Lynching and Vigilantism in the United States

Author : Norton Moses
Publisher : Bloomsbury Publishing USA
Page : 464 pages
File Size : 52,8 Mb
Release : 1997-02-25
Category : History
ISBN : 9780313032028

Get Book

Lynching and Vigilantism in the United States by Norton Moses Pdf

Beginning with the 1760s, when lynching and vigilantism came into existence in what is now the United States, this bibliography fills a void in the history of American collective violence. It covers over 4,200 works dealing with vigilante movements and lynchings, including books, articles, government documents, and unpublished theses and dissertations. Following a chapter listing general works, the book is arranged into four chronological chapters, a chapter on the frontier West, a chapter on anti-lynching, and chapters on literature and art.
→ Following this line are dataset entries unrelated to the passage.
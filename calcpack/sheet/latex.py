r"""Formulas in LaTeX: with symbols, with the printed numbers of the lines they draw on, and the result.

Only what pandoc's Typst writer and math-core both set correctly is written. Two habits follow from that:
a division inside a fraction is written with a solidus (pandoc flattens a fraction that stands alone in
another), and units and indices are ``\text``, which stays searchable text on paper and on screen.
A row is a list of chunks; a formula may be broken between two of them, and an operator leads its chunk.
"""

from __future__ import annotations

from collections.abc import Iterator, Mapping
from typing import Protocol

from calcpack.sheet.display import System, parse_shown, shown_number
from calcpack.sheet.evaluation import evaluate, in_base
from calcpack.sheet.expression import (
    COMPARISONS,
    Expression,
    Number,
    Operation,
    Quantity,
    Reference,
    references,
)
from calcpack.sheet.pieces import (
    ATOM,
    HELD,
    PRODUCT,
    SUM,
    Piece,
    fraction,
    on_one_line,
    product,
    product_row,
    value_piece,
)
from calcpack.sheet.symbols import read_symbol
from calcpack.sheet.unit_text import label, unit_latex
from calcpack.sheet.words import shown_constant


class Printed(Protocol):
    """What a formula with numbers needs of a line it draws on."""

    @property
    def value(self) -> float:
        """The value [unit]."""

    @property
    def unit(self) -> str:
        """The record's unit."""

    @property
    def shown(self) -> str:
        """The value as printed."""


_WIDE = 60  # characters from which on the arguments of min and max may be broken apart
_RELATIONS = {"eq": "=", "le": r"\le", "lt": "<", "ge": r"\ge", "gt": ">"}
_OPPOSITES = {"eq": r"\ne", "le": ">", "lt": r"\ge", "ge": "<", "gt": r"\le"}
_FUNCTIONS = {
    "sin": r"\sin", "cos": r"\cos", "tan": r"\tan", "atan": r"\arctan", "log": r"\ln", "exp": r"\exp",
    "min": r"\min", "max": r"\max",
}  # fmt: skip


def result(shown: str) -> str:
    r"""A printed value as the bold last row of a line.

    Examples
    --------
    >>> print(result("54.0 kN·m"))
    \textbf{54.0 kN·m}
    """
    parse_shown(shown)
    return rf"\textbf{{{shown}}}"


def symbol_latex(symbol: str) -> str:
    r"""A symbol for a formula.

    Examples
    --------
    >>> print(symbol_latex("A_s,min"))
    A_{\text{s,min}}
    """
    return read_symbol(symbol).latex


def symbols_row(root: Expression, system: System = "SI") -> list[str]:
    r"""The formula with its symbols, in chunks.

    Examples
    --------
    >>> q, S, m = Reference("q", "2.01"), Reference("S", "1.02"), Reference("m", "3.04")
    >>> print(*symbols_row(q * S / 2 * (3 - m**2) / 3), sep=" | ")
    \frac{q\,S}{2} | \cdot \frac{3 - m^{2}}{3}
    """
    return _Writer(None, system).row(root)


def numbers_row(root: Expression, known: Mapping[str, Printed], system: System = "SI") -> list[str]:
    """The formula with the printed numbers of the lines it draws on, in chunks.

    Where it chooses between values, the one taken is written, and why.

    Parameters
    ----------
    root : Expression
    known : mapping
        Line number -> that line.
    system : "SI" or "US"
        For constants; a line's number is printed as the line has it.
    """
    writer = _Writer(known, system)
    return [*writer.row(root), *writer.reasons]


def _terms(node: Expression, sign: str = "+") -> Iterator[tuple[str, Expression]]:
    """A chain of sums and differences as signed terms, in writing order."""
    match node:
        case Operation(name="add" | "sub", arguments=(left, right)):
            yield from _terms(left, sign)
            if node.name == "add":
                yield from _terms(right)
            else:
                yield "-", right
        case Operation(name="sum"):
            for place, each in enumerate(node.args):
                yield from _terms(each, "+" if place else sign)
        case _:
            yield sign, node


def _chain(node: Expression) -> Iterator[tuple[bool, Expression]]:
    """A chain of products and quotients as factors, each with whether it divides, in writing order."""
    match node:
        case Operation(name="mul" | "div", arguments=(left, right)):
            yield from _chain(left)
            if node.name == "mul" and isinstance(right, Operation) and right.name == "mul":
                yield from _chain(right)
            else:
                yield node.name == "div", right
        case _:
            yield False, node


class _Writer:
    """Writes one row; ``known`` is None for symbols."""

    def __init__(self, known: Mapping[str, Printed] | None, system: System) -> None:
        self.system = system
        self.known = known
        self.numbers = known is not None
        self.reasons: dict[str, None] = {}

    # Rows: the outermost operations, broken into chunks.

    def row(self, root: Expression) -> list[str]:
        match root:
            case Operation(name=name) if name in COMPARISONS:
                left, right = map(self.row, root.args)
                return [*left, f"{_RELATIONS[name]} {right[0]}", *right[1:]]
            case Operation(name="choose") if self.numbers:
                return self.row(self.taken(root))
            case Operation(name="add" | "sub" | "sum"):
                return self.sum_row(root)
            case Operation(name="mul" | "div"):
                return product_row(self.factors(root, 0), self.numbers)
            case Operation(name="min" | "max"):
                return self.extreme_row(root)
            case Operation(name="in_unit"):
                return self.in_unit_row(root)
        return [self.piece(root, 0).latex]

    def sum_row(self, root: Operation) -> list[str]:
        chunks: list[str] = []
        for place, (sign, term) in enumerate(_terms(root)):
            piece = self.piece(term, 0)
            held = piece.least(PRODUCT if place else SUM)
            chained = held is piece and isinstance(term, Operation) and term.name in ("mul", "div")
            first, *others = self.row(term) if chained else [held.latex]
            chunks += [f"{sign} {first}" if place else first, *others]
        return chunks

    def extreme_row(self, root: Operation) -> list[str]:
        whole = self.piece(root, 0)
        if whole.width < _WIDE:
            return [whole.latex]
        inner = [self.piece(each, 0).latex for each in root.args]
        chunks = [f"{each}," for each in inner[:-1]] + [f"{inner[-1]})"]
        return [f"{_FUNCTIONS[root.name]}({chunks[0]}", *chunks[1:]]

    def in_unit_row(self, root: Operation) -> list[str]:
        inner = root.args[0]
        if not self.numbers:
            return self.row(inner)
        if self.piece(inner, 0).level < PRODUCT:
            return [self.piece(root, 0).latex]
        *others, last = self.row(inner)
        return [*others, rf"{last}\,{unit_latex(root.unit)}"]

    # Pieces: parts that are not broken. ``nested`` counts the fractions and exponents around them.

    def piece(self, node: Expression, nested: int) -> Piece:
        match node:
            case Number():
                return Piece(node.text, ATOM, len(node.text), digit=True)
            case Quantity():
                return value_piece(shown_constant(node, self.system))
            case Reference():
                return self.reference(node)
            case Operation(name="add" | "sub" | "sum"):
                return self.sum(node, nested)
            case Operation(name="mul" | "div"):
                return product(self.factors(node, nested), self.numbers)
            case Operation(name="neg"):
                return self.piece(node.args[0], nested).negated()
            case Operation(name="pow"):
                return self.power(node, nested)
            case Operation(name="choose"):
                return self.piece(self.taken(node), nested) if self.numbers else self.cases(node)
            case Operation(name="number_in"):
                return self.number_in(node, nested)
            case Operation(name="in_unit"):
                return self.in_unit(node, nested)
            case Operation(name="pi"):
                return Piece(r"\pi", ATOM, 1)
            case Operation(name="sqrt" | "abs"):
                inner = self.piece(node.args[0], nested)
                latex = rf"\sqrt{{{inner.latex}}}" if node.name == "sqrt" else rf"\left|{inner.latex}\right|"
                return Piece(latex, ATOM, inner.width + 2)
            case Operation():
                pieces = [self.piece(each, nested) for each in node.args]
                inside = ", ".join(each.latex for each in pieces)
                width = 4 + sum(each.width + 2 for each in pieces)
                return Piece(rf"{_FUNCTIONS[node.name]}\left({inside}\right)", HELD, width)
        raise TypeError(f"{node!r} is not an expression")

    def reference(self, node: Reference) -> Piece:
        if self.known is not None:
            return value_piece(self.known[node.line].shown)
        symbol = read_symbol(node.symbol)
        level = PRODUCT if " " in symbol.name else ATOM if symbol.simple else HELD
        return Piece(symbol.latex, level, len(symbol.spoken))

    def sum(self, node: Operation, nested: int) -> Piece:
        latex, width = "", 0
        for place, (sign, term) in enumerate(_terms(node)):
            piece = self.piece(term, nested).least(PRODUCT if place else SUM)
            latex += f" {sign} {piece.latex}" if place else piece.latex
            width += piece.width + 3
        return Piece(latex, SUM, width)

    def power(self, node: Operation, nested: int) -> Piece:
        base, exponent = node.args
        foot = self.piece(base, nested).least(ATOM)
        top = self.piece(exponent, nested + 1)
        return Piece(f"{foot.latex}^{{{top.latex}}}", HELD, foot.width + top.width, digit=foot.digit)

    def factors(self, node: Expression, nested: int) -> list[Piece]:
        """The factors of a chain; each run of divisors stands under what goes before it."""
        groups: list[tuple[list[Expression], list[Expression]]] = []
        for divides, factor in _chain(node):
            if divides:
                groups[-1][1].append(factor)
            elif groups and not groups[-1][1]:
                groups[-1][0].append(factor)
            else:
                groups.append(([factor], []))
        pieces: list[Piece] = []
        for over, under in groups:
            if under:
                top, bottom = (
                    product([self.piece(each, nested + 1) for each in side], self.numbers)
                    for side in (over, under)
                )
                pieces.append(on_one_line(top, bottom) if nested else fraction(top, bottom))
            else:
                pieces += [self.piece(each, nested) for each in over]
        return pieces

    # Values that hold in one unit only, and values chosen.

    def number_in(self, node: Operation, nested: int) -> Piece:
        inner = node.args[0]
        if not isinstance(inner, Reference):
            return self.piece(Operation("div", (inner, Quantity("1", node.unit))), nested)
        if self.known is None:
            return self.reference(inner)
        line = self.known[inner.line]
        if parse_shown(line.shown)[1] == node.unit:
            return value_piece(line.shown.removesuffix(label(node.unit)).rstrip())
        return value_piece(shown_number(line.value, line.unit, "SI", shown_in=node.unit))

    def in_unit(self, node: Operation, nested: int) -> Piece:
        inner = self.piece(node.args[0], nested)
        if not self.numbers:
            return inner
        held = inner.least(PRODUCT)
        unit = "°" if node.unit == "deg" else rf"\,{unit_latex(node.unit)}"
        level = HELD if held.level == ATOM else PRODUCT
        return Piece(held.latex + unit, level, held.width + 4, digit=held.digit, composed=True)

    def cases(self, node: Operation) -> Piece:
        condition, then, otherwise = node.args
        assert isinstance(condition, Operation)
        when = " ".join(self.row_on_one_line(condition, _RELATIONS))
        first, second = self.piece(then, 1), self.piece(otherwise, 1)
        latex = (
            rf"\begin{{cases}} {first.latex} & \text{{if }} {when} \\ "
            rf"{second.latex} & \text{{otherwise}} \end{{cases}}"
        )
        return Piece(latex, SUM, max(first.width, second.width) + len(when) + 4)

    def row_on_one_line(self, condition: Operation, relations: Mapping[str, str]) -> tuple[str, str, str]:
        left, right = (self.piece(each, 1) for each in condition.args)
        return left.latex, relations[condition.name], right.latex

    def taken(self, node: Operation) -> Expression:
        """The value that the numbers choose; why is kept for the end of the row."""
        condition, then, otherwise = node.args
        assert isinstance(condition, Operation)
        assert self.known is not None
        lines = {no: self.known[no] for no in references(condition).values()}
        sizes = {no: in_base(line.value, line.unit) for no, line in lines.items()}
        true = evaluate(condition, sizes).value == 1.0
        reason = " ".join(self.row_on_one_line(condition, _RELATIONS if true else _OPPOSITES))
        self.reasons.setdefault(rf"\quad(\text{{as }}{reason})")
        return then if true else otherwise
The book opens with a chapter devoted to general works. It then includes chapters on the period from the Colonial era to the Civil War, the Civil War through 1881, and the periods from 1882 to 1916 and 1917 to 1996. The work then turns to the frontier West and to anti-lynching bills, laws, organizations, and leaders. Finally, the book includes chapters on vigilantism in literature and art.